Griffinwell suggested pairings...

Bubbles: Anytime, anywhere, with (or without) anything. Nuff said.

Anjou Rouge – Cabernet Sauvignon: I love this unoaked style because it has complexity and depth while remaining light and fresh. My current favorite with this wine is pork tenderloin.

Gewurztraminer: Try it the next time you order Thai takeout but be sure to have extra wine in reserve because it’s that good.

Chardonnay: Great for everyday enjoyment. I like it on its own or with any kind of fish.

Gigondas: I like this wine with rich and elegant dishes like 7-hour lamb.

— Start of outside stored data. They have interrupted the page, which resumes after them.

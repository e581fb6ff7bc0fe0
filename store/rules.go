package store

import (
	"context"

	"github.com/jackc/pgx/v5"

	"github.com/rotorwright/rotorwright/fleet"
)

const ruleCols = `id, name, description, applies_to, part_number, model, flight_hours, flights, days, revolutions,
	bearing_pct, cycles, soh_below_pct, ir_rise_pct, efficiency_rise_pct, vibration_rise_pct, on_events, warn_at,
	grounding, action, enabled, version, created_at, updated_at`

func scanRule(row pgx.Row) (*fleet.ServiceRule, error) {
	var r fleet.ServiceRule
	err := row.Scan(&r.ID, &r.Name, &r.Description, &r.AppliesTo, &r.PartNumber, &r.Model, &r.FlightHours, &r.Flights,
		&r.Days, &r.Revolutions, &r.BearingPct, &r.Cycles, &r.SoHBelowPct, &r.IRRisePct, &r.EfficiencyRisePct,
		&r.VibrationRisePct, &r.OnEvents, &r.WarnAt, &r.Grounding, &r.Action, &r.Enabled, &r.Version, &r.CreatedAt, &r.UpdatedAt)
	if err != nil {
		return nil, err
	}
	return &r, nil
}

func ruleArgs(r *fleet.ServiceRule) []any {
	if r.OnEvents == nil {
		r.OnEvents = []string{}
	}
	return []any{r.Name, r.Description, r.AppliesTo, r.PartNumber, r.Model, r.FlightHours, r.Flights, r.Days,
		r.Revolutions, r.BearingPct, r.Cycles, r.SoHBelowPct, r.IRRisePct, r.EfficiencyRisePct, r.VibrationRisePct,
		r.OnEvents, r.WarnAt, r.Grounding, r.Action, r.Enabled}
}

// CreateRule adds a service rule.
func (db *DB) CreateRule(ctx context.Context, r *fleet.ServiceRule) (*fleet.ServiceRule, error) {
	if err := r.Validate(); err != nil {
		return nil, err
	}
	var out *fleet.ServiceRule
	err := db.inTx(ctx, func(tx pgx.Tx) error {
		var err error
		out, err = scanRule(tx.QueryRow(ctx, `
			INSERT INTO service_rules (id, name, description, applies_to, part_number, model, flight_hours, flights,
				days, revolutions, bearing_pct, cycles, soh_below_pct, ir_rise_pct, efficiency_rise_pct,
				vibration_rise_pct, on_events, warn_at, grounding, action, enabled)
			VALUES ($1, $2, $3, $4, $5, $6, $7, $8, $9, $10, $11, $12, $13, $14, $15, $16, $17, $18, $19, $20, $21)
			RETURNING `+ruleCols, append([]any{newID()}, ruleArgs(r)...)...))
		if err != nil {
			return err
		}
		return audit(ctx, tx, "service_rule", out.ID, nil, out)
	})
	return out, err
}

// Rule returns one rule.
func (db *DB) Rule(ctx context.Context, id string) (*fleet.ServiceRule, error) {
	r, err := scanRule(db.pool.QueryRow(ctx, `SELECT `+ruleCols+` FROM service_rules WHERE id = $1`, id))
	if err != nil {
		return nil, translateNotFound(err, "service rule")
	}
	return r, nil
}

const rulesSQL = `SELECT ` + ruleCols + ` FROM service_rules ORDER BY name`

// Rules lists every rule by name.
func (db *DB) Rules(ctx context.Context) ([]*fleet.ServiceRule, error) {
	rows, err := db.pool.Query(ctx, rulesSQL)
	if err != nil {
		return nil, translate(err)
	}
	return collect(rows, scanRule)
}

// UpdateRule applies fn to the rule at version under a row lock.
func (db *DB) UpdateRule(ctx context.Context, id string, version int, fn func(*fleet.ServiceRule) error) (*fleet.ServiceRule, error) {
	var out *fleet.ServiceRule
	err := db.inTx(ctx, func(tx pgx.Tx) error {
		before, err := scanRule(tx.QueryRow(ctx, `SELECT `+ruleCols+` FROM service_rules WHERE id = $1 FOR UPDATE`, id))
		if err != nil {
			return translateNotFound(err, "service rule")
		}
		if before.Version != version {
			return versionMismatch()
		}
		r := clone(before)
		if err := fn(r); err != nil {
			return err
		}
		if err := r.Validate(); err != nil {
			return err
		}
		out, err = scanRule(tx.QueryRow(ctx, `
			UPDATE service_rules SET name = $2, description = $3, applies_to = $4, part_number = $5, model = $6,
				flight_hours = $7, flights = $8, days = $9, revolutions = $10, bearing_pct = $11, cycles = $12,
				soh_below_pct = $13, ir_rise_pct = $14, efficiency_rise_pct = $15, vibration_rise_pct = $16,
				on_events = $17, warn_at = $18, grounding = $19, action = $20, enabled = $21,
				version = version + 1, updated_at = now()
			WHERE id = $1 RETURNING `+ruleCols, append([]any{id}, ruleArgs(r)...)...))
		if err != nil {
			return err
		}
		return audit(ctx, tx, "service_rule", id, before, out)
	})
	return out, err
}

// DeleteRule removes a rule that no work record refers to; otherwise it must
// be disabled instead (records keep their rule).
func (db *DB) DeleteRule(ctx context.Context, id string, version int) error {
	return db.inTx(ctx, func(tx pgx.Tx) error {
		before, err := scanRule(tx.QueryRow(ctx, `SELECT `+ruleCols+` FROM service_rules WHERE id = $1 FOR UPDATE`, id))
		if err != nil {
			return translateNotFound(err, "service rule")
		}
		if before.Version != version {
			return versionMismatch()
		}
		var used bool
		if err := tx.QueryRow(ctx, `SELECT EXISTS (SELECT 1 FROM work_records WHERE rule_id = $1)`, id).Scan(&used); err != nil {
			return err
		}
		if used {
			return &fleet.Error{Code: fleet.ECONFLICT, Field: "id", Message: "work records refer to this rule: disable it (enabled: false) instead"}
		}
		if _, err := tx.Exec(ctx, `DELETE FROM service_rules WHERE id = $1`, id); err != nil {
			return err
		}
		return audit(ctx, tx, "service_rule", id, before, nil)
	})
}
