package store

import (
	"context"
	"encoding/json"
	"fmt"
	"time"

	"github.com/jackc/pgx/v5"

	"github.com/rotorwright/rotorwright/fleet"
)

const flightCols = `id, airframe_id, job_id, pilot, takeoff_at, landing_at, takeoff_mass_g, site_elevation_m,
	source, log_sha256, notes, override_reason, created_at, readiness_at_takeoff, software`

func scanFlight(row pgx.Row) (*fleet.Flight, error) { return scanFlightWith(row) }

// scanFlightWith scans flightCols followed by the extra columns.
func scanFlightWith(row pgx.Row, extra ...any) (*fleet.Flight, error) {
	var f fleet.Flight
	var verdict []byte
	dest := append([]any{&f.ID, &f.AirframeID, &f.JobID, &f.Pilot, &f.TakeoffAt, &f.LandingAt, &f.TakeoffMassG,
		&f.SiteElevationM, &f.Source, &f.LogSHA256, &f.Notes, &f.OverrideReason, &f.CreatedAt, &verdict, &f.Software}, extra...)
	if err := row.Scan(dest...); err != nil {
		return nil, err
	}
	f.Packs = []fleet.FlightPack{}
	var rd *fleet.Readiness
	if verdict != nil {
		rd = new(fleet.Readiness)
		if err := json.Unmarshal(verdict, rd); err != nil {
			return nil, err
		}
	}
	f.SetVerdict(rd)
	return &f, nil
}

// CreateFlight records a flight and its packs in one transaction. Only the
// register's integrity refuses a flight: the database refuses overlapping
// flights of one airframe and a pack in two overlapping flights, and an
// unknown airframe or pack is refused. Readiness never refuses it: a flight
// carrying a verdict that is not ready opens its flown_not_ready event in
// the same transaction.
func (db *DB) CreateFlight(ctx context.Context, f *fleet.Flight) (*fleet.Flight, error) {
	if f.Source == "" {
		f.Source = fleet.SourceManual
	}
	if err := f.Validate(); err != nil {
		return nil, err
	}
	if err := checkFlightTimes(f, db.now()); err != nil {
		return nil, err
	}
	var out *fleet.Flight
	err := db.inTx(ctx, func(tx pgx.Tx) error {
		var err error
		if out, err = insertFlight(ctx, tx, f, newID()); err != nil {
			return err
		}
		return checkSoftware(ctx, tx, out.ID)
	})
	return out, err
}

// checkFlightTimes bounds a flight's take-off and landing (fleet.CheckTime).
func checkFlightTimes(f *fleet.Flight, now time.Time) error {
	if err := fleet.CheckTime("takeoff_at", f.TakeoffAt, now); err != nil {
		return err
	}
	return fleet.CheckTime("landing_at", f.LandingAt, now)
}

// insertFlight writes the flight, its packs, its flown_not_ready event when
// its verdict says so, and the audit rows in tx. A retired airframe or pack
// does not refuse it (the flight may predate the retirement, and a flight
// that happened is a fact): the verdict says so.
func insertFlight(ctx context.Context, tx pgx.Tx, f *fleet.Flight, id string) (*fleet.Flight, error) {
	var known bool
	err := tx.QueryRow(ctx, `SELECT true FROM airframes WHERE id = $1`, f.AirframeID).Scan(&known)
	if err == pgx.ErrNoRows {
		return nil, &fleet.Error{Code: fleet.EUNPROCESSABLE, Field: "airframe_id", Message: "unknown airframe"}
	} else if err != nil {
		return nil, err
	}
	var verdict []byte // NULL until judged
	if f.ReadinessAtTakeoff != nil {
		if verdict, err = json.Marshal(f.ReadinessAtTakeoff); err != nil {
			return nil, err
		}
	}
	out, err := scanFlight(tx.QueryRow(ctx, `
		INSERT INTO flights (id, airframe_id, job_id, pilot, takeoff_at, landing_at, takeoff_mass_g,
			site_elevation_m, source, log_sha256, notes, override_reason, readiness_at_takeoff, software)
		VALUES ($1, $2, $3, $4, $5, $6, $7, $8, $9, $10, $11, $12, $13, $14) RETURNING `+flightCols,
		id, f.AirframeID, f.JobID, f.Pilot, f.TakeoffAt, f.LandingAt, f.TakeoffMassG,
		f.SiteElevationM, f.Source, f.LogSHA256, f.Notes, f.OverrideReason, verdict, f.Software))
	if err != nil {
		return nil, err
	}
	for i, fp := range f.Packs {
		field := fmt.Sprintf("packs[%d]", i)
		var kind, serial, pn, lot string
		err := tx.QueryRow(ctx, `SELECT kind, serial, part_number, lot FROM parts WHERE id = $1`, fp.PartID).
			Scan(&kind, &serial, &pn, &lot)
		if err == pgx.ErrNoRows {
			return nil, &fleet.Error{Code: fleet.EUNPROCESSABLE, Field: field, Message: "unknown part"}
		} else if err != nil {
			return nil, err
		}
		if kind != string(fleet.KindPack) {
			return nil, &fleet.Error{Code: fleet.EUNPROCESSABLE, Field: field, Message: fmt.Sprintf("part %s is a %s, not a pack", serial, kind)}
		}
		slot := fp.Slot
		if slot == 0 {
			slot = i + 1
		}
		if _, err := tx.Exec(ctx, `
			INSERT INTO flight_packs (flight_id, part_id, slot, airborne)
			VALUES ($1, $2, $3, tstzrange($4, $5, '[)'))`, out.ID, fp.PartID, slot, out.TakeoffAt, out.LandingAt); err != nil {
			return nil, err
		}
		out.Packs = append(out.Packs, fleet.FlightPack{PartID: fp.PartID, Serial: serial, PartNumber: pn, Lot: lot, Slot: slot})
	}
	if err := audit(ctx, tx, "flight", out.ID, nil, out); err != nil {
		return nil, err
	}
	if rd := out.ReadinessAtTakeoff; rd != nil && !rd.Ready {
		if _, err := insertEvent(ctx, tx, flownNotReady(out, rd)); err != nil {
			return nil, err
		}
	}
	return out, nil
}

// flownNotReady is the event that flags a flight which took off not ready.
func flownNotReady(f *fleet.Flight, rd *fleet.Readiness) *fleet.Event {
	return &fleet.Event{At: f.TakeoffAt, Kind: fleet.EventFlownNotReady, Severity: fleet.DefaultSeverity(fleet.EventFlownNotReady),
		AirframeID: &f.AirframeID, FlightID: &f.ID, Detected: true, Detail: fleet.FlownNotReadyDetail(rd, f.OverrideReason)}
}

// Flight returns one flight with its packs.
func (db *DB) Flight(ctx context.Context, id string) (*fleet.Flight, error) {
	f, err := scanFlight(db.pool.QueryRow(ctx, `SELECT `+flightCols+` FROM flights WHERE id = $1`, id))
	if err != nil {
		return nil, translateNotFound(err, "flight")
	}
	packs, err := db.flightPacks(ctx, []string{id})
	if err != nil {
		return nil, err
	}
	f.Packs = append(f.Packs, packs[id]...)
	return f, nil
}

// flightPacks returns the packs of each flight.
func (db *DB) flightPacks(ctx context.Context, ids []string) (map[string][]fleet.FlightPack, error) {
	rows, err := db.pool.Query(ctx, `
		SELECT fp.flight_id, fp.part_id, p.serial, p.part_number, p.lot, fp.slot
		FROM flight_packs fp JOIN parts p ON p.id = fp.part_id
		WHERE fp.flight_id = ANY($1::uuid[]) ORDER BY fp.flight_id, fp.slot`, ids)
	if err != nil {
		return nil, translate(err)
	}
	defer rows.Close()
	out := map[string][]fleet.FlightPack{}
	for rows.Next() {
		var fid string
		var fp fleet.FlightPack
		if err := rows.Scan(&fid, &fp.PartID, &fp.Serial, &fp.PartNumber, &fp.Lot, &fp.Slot); err != nil {
			return nil, translate(err)
		}
		out[fid] = append(out[fid], fp)
	}
	return out, translate(rows.Err())
}

// FlightFilter narrows a listing.
type FlightFilter struct {
	AirframeID string
	JobID      string
	From, To   *time.Time
}

// Flights lists flights in id order (ids are time-ordered), one keyset page.
func (db *DB) Flights(ctx context.Context, f FlightFilter, p Page) ([]*fleet.Flight, string, error) {
	after, err := p.afterID()
	if err != nil {
		return nil, "", err
	}
	rows, err := db.pool.Query(ctx, `
		SELECT `+flightCols+` FROM flights
		WHERE ($1::uuid IS NULL OR id > $1)
		  AND ($2::uuid IS NULL OR airframe_id = $2) AND ($3::uuid IS NULL OR job_id = $3)
		  AND ($4::timestamptz IS NULL OR takeoff_at >= $4) AND ($5::timestamptz IS NULL OR takeoff_at < $5)
		ORDER BY id LIMIT $6`, after, nilIfEmpty(f.AirframeID), nilIfEmpty(f.JobID), f.From, f.To, p.Limit+1)
	if err != nil {
		return nil, "", translate(err)
	}
	list, err := collect(rows, scanFlight)
	if err != nil {
		return nil, "", err
	}
	list, next, _ := page(list, p.Limit, func(f *fleet.Flight) string { return f.ID })
	ids := make([]string, len(list))
	for i, f := range list {
		ids[i] = f.ID
	}
	packs, err := db.flightPacks(ctx, ids)
	if err != nil {
		return nil, "", err
	}
	for _, f := range list {
		f.Packs = append(f.Packs, packs[f.ID]...)
	}
	return list, next, nil
}

func nilIfEmpty(s string) *string {
	if s == "" {
		return nil
	}
	return &s
}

Chateau du Petit Thouars – Cabernet Franc: Barbecue! The spiciness in this wine is perfect to balance out the sweet and vinegar-y flavors found in North Carolina barbecue (it works well with other barbecue styles as well).

Pinot Gris: I love this with chicken and any kind of pasta and vegetables in a cream sauce.

Vacqueyras: Lamb chops!

Riesling: All kinds of white fish as well as with muenster cheese.

Cotes du Rhone: When in doubt, this is your wine. Burgers, pizza, beef wellington… no matter how sophisticated or simple the dish, this is a winner.

Useful references...

One of my all-time favorite wine and food references is “What to Drink With What You Eat” by Andrew Dornenberg and Karen Page. With a double-sided approach from both the food and wine perspectives, this book offers comprehensive guidance and easy-to-read information.  It’s also a great gift for any foodie and/or wine lover you know!